START INPUT DATA
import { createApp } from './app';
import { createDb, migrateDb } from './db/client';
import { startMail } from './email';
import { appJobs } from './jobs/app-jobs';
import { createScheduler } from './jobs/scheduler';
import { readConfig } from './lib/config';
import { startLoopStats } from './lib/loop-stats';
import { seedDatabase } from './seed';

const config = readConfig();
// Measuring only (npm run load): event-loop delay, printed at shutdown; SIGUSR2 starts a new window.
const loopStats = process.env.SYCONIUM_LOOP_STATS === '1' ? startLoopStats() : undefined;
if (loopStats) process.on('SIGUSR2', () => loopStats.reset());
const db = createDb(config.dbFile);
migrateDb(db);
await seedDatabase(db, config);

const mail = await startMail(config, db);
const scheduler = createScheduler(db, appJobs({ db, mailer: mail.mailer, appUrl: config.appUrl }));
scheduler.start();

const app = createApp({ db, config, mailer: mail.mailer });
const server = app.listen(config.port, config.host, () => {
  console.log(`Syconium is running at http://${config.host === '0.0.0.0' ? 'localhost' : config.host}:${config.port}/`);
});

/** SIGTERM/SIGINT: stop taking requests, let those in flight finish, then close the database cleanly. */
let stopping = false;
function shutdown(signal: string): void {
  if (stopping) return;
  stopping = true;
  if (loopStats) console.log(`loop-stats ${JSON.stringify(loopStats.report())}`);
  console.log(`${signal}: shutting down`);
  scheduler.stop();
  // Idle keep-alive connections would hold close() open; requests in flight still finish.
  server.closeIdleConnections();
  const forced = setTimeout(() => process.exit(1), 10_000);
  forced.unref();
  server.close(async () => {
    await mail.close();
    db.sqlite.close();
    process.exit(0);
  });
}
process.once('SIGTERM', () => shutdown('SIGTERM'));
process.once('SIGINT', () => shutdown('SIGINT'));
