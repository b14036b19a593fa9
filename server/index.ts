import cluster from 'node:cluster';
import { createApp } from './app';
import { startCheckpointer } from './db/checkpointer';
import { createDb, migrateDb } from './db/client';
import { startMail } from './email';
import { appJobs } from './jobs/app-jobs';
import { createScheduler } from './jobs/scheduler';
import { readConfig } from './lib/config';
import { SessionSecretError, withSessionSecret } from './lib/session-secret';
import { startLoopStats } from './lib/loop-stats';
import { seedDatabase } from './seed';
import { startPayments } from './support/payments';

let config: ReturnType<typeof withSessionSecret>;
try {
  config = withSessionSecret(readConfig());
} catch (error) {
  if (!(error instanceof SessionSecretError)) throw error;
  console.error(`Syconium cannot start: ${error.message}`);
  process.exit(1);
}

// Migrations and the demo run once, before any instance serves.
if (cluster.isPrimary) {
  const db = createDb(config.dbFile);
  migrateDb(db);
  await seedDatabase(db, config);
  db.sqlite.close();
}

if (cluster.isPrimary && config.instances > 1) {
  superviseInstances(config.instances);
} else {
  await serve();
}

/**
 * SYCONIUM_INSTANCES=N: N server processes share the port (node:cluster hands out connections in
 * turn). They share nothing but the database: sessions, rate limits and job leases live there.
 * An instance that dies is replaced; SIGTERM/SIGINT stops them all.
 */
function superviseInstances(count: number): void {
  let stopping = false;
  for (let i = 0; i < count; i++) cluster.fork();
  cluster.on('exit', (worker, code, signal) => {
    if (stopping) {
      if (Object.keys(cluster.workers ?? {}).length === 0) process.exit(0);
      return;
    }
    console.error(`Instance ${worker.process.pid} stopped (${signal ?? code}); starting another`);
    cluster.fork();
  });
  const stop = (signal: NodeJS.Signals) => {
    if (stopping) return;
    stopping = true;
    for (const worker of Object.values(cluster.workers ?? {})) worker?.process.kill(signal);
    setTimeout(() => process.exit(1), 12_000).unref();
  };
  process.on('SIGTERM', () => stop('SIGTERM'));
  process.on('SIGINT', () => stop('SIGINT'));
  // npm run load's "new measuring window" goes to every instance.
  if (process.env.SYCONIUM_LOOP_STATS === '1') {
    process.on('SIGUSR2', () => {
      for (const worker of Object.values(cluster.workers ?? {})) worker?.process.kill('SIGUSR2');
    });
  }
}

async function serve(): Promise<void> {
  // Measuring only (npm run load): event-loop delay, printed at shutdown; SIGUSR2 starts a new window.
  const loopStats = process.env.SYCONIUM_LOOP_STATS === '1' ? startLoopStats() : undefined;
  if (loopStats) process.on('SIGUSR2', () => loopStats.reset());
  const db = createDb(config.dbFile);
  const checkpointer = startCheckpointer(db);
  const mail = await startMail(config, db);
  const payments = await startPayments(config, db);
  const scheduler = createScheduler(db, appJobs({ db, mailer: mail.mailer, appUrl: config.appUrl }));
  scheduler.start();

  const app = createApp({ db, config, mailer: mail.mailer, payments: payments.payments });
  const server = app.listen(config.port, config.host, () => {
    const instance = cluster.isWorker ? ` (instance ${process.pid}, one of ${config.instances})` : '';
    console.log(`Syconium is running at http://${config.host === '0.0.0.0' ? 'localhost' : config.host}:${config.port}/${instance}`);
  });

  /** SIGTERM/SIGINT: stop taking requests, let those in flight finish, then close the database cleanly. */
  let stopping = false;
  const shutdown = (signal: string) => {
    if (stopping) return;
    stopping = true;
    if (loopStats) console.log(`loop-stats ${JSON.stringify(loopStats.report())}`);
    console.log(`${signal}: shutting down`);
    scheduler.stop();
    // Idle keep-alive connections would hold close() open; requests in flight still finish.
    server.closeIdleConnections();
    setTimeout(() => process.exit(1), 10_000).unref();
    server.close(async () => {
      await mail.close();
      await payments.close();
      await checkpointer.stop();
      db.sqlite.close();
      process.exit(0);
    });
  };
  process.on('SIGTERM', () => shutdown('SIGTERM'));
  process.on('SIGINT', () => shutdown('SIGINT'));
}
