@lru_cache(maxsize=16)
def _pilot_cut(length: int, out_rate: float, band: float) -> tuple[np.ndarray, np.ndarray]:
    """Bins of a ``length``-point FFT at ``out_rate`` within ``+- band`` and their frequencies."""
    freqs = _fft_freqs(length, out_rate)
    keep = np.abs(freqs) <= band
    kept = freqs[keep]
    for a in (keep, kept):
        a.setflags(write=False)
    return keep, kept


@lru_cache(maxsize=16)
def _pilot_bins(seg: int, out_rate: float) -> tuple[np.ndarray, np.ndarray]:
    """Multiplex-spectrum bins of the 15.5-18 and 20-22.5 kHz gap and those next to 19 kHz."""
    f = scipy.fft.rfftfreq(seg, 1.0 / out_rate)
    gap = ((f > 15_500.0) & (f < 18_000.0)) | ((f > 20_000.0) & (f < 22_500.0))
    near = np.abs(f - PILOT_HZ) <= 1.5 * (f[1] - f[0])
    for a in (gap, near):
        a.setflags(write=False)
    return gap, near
END INPUT DATA
START INPUT DATA
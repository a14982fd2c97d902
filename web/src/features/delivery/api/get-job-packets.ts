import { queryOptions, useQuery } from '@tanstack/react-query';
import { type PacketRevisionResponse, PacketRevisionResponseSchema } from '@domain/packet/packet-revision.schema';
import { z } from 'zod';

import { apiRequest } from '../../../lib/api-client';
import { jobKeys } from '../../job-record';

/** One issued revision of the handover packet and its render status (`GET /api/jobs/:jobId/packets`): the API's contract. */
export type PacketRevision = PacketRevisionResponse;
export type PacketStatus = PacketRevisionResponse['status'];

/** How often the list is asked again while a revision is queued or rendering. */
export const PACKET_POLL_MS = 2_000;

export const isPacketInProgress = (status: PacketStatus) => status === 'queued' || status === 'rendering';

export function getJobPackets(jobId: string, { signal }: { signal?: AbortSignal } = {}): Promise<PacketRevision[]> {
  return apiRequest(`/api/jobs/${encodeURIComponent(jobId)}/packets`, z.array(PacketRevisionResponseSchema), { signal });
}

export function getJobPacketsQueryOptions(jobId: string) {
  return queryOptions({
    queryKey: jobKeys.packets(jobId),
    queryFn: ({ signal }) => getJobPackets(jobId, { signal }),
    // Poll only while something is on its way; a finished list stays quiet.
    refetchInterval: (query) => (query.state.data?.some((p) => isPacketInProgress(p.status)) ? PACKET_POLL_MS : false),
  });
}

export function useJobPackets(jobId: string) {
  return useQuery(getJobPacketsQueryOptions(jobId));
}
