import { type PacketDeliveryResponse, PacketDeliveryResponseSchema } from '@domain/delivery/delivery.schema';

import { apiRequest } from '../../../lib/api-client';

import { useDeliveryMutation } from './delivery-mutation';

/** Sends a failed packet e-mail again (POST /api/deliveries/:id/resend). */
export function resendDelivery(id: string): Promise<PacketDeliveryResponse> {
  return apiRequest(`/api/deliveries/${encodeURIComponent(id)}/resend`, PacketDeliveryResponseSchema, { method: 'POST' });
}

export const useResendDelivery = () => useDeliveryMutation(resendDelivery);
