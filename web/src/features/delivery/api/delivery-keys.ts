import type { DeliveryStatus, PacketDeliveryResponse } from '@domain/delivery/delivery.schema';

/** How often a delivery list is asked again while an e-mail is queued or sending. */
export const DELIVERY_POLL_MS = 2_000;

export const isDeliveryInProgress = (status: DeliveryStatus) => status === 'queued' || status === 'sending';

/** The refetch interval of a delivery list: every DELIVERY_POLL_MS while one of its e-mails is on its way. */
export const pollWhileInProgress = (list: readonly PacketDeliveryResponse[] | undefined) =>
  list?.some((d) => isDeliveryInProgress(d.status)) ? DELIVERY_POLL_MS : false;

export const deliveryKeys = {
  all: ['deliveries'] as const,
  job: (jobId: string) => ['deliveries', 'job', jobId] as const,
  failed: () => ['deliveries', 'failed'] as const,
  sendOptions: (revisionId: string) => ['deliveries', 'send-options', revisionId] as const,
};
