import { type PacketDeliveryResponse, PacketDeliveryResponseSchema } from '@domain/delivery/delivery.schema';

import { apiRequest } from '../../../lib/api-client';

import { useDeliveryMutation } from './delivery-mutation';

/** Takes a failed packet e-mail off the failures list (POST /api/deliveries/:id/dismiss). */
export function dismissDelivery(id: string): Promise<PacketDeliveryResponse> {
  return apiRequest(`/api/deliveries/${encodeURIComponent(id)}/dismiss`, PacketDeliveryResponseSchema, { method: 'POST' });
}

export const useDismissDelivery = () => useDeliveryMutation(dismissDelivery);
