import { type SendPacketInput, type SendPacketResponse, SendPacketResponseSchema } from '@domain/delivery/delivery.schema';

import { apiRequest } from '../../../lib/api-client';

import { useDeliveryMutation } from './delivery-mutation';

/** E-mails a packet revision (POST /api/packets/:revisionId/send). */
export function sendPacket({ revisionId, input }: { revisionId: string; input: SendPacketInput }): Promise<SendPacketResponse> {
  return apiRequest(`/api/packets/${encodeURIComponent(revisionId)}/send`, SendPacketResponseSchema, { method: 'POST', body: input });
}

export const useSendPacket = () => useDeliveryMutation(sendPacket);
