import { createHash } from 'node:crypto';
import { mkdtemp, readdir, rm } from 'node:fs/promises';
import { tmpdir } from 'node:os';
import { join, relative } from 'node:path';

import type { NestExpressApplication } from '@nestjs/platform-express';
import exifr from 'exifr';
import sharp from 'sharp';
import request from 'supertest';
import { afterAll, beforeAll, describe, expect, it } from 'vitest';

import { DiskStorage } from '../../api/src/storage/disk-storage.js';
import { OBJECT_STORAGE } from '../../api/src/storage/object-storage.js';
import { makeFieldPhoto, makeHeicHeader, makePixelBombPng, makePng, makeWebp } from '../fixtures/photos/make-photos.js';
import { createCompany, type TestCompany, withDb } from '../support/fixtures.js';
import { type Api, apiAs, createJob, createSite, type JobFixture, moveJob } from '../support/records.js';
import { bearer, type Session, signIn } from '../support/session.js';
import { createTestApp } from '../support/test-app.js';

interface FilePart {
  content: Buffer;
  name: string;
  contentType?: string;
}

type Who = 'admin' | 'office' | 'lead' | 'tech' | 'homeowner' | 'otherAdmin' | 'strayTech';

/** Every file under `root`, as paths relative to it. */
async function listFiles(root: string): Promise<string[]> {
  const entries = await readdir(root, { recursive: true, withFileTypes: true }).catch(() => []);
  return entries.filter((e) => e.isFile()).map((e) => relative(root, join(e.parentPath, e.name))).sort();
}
END INPUT DATA
START INPUT DATA
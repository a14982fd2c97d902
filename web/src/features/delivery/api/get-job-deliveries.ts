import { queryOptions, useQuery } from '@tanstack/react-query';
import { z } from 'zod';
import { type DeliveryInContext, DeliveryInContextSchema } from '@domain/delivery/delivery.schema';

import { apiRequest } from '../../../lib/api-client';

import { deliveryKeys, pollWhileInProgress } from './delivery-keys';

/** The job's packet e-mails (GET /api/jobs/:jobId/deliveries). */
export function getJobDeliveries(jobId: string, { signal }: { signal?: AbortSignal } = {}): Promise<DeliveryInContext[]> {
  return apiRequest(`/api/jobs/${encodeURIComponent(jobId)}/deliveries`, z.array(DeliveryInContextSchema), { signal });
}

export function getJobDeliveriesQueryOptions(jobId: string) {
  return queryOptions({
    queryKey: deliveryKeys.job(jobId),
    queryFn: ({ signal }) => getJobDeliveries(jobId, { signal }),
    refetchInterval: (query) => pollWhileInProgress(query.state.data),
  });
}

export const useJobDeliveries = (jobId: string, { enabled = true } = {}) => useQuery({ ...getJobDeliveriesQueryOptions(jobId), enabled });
END INPUT DATA
*TASK OBJECTIVE*
All lines of the records containing "catch" should be shown.

*RESULT FOR THIS TASK*
} catch (error) {
  const entries = await readdir(root, { recursive: true, withFileTypes: true }).catch(() => []);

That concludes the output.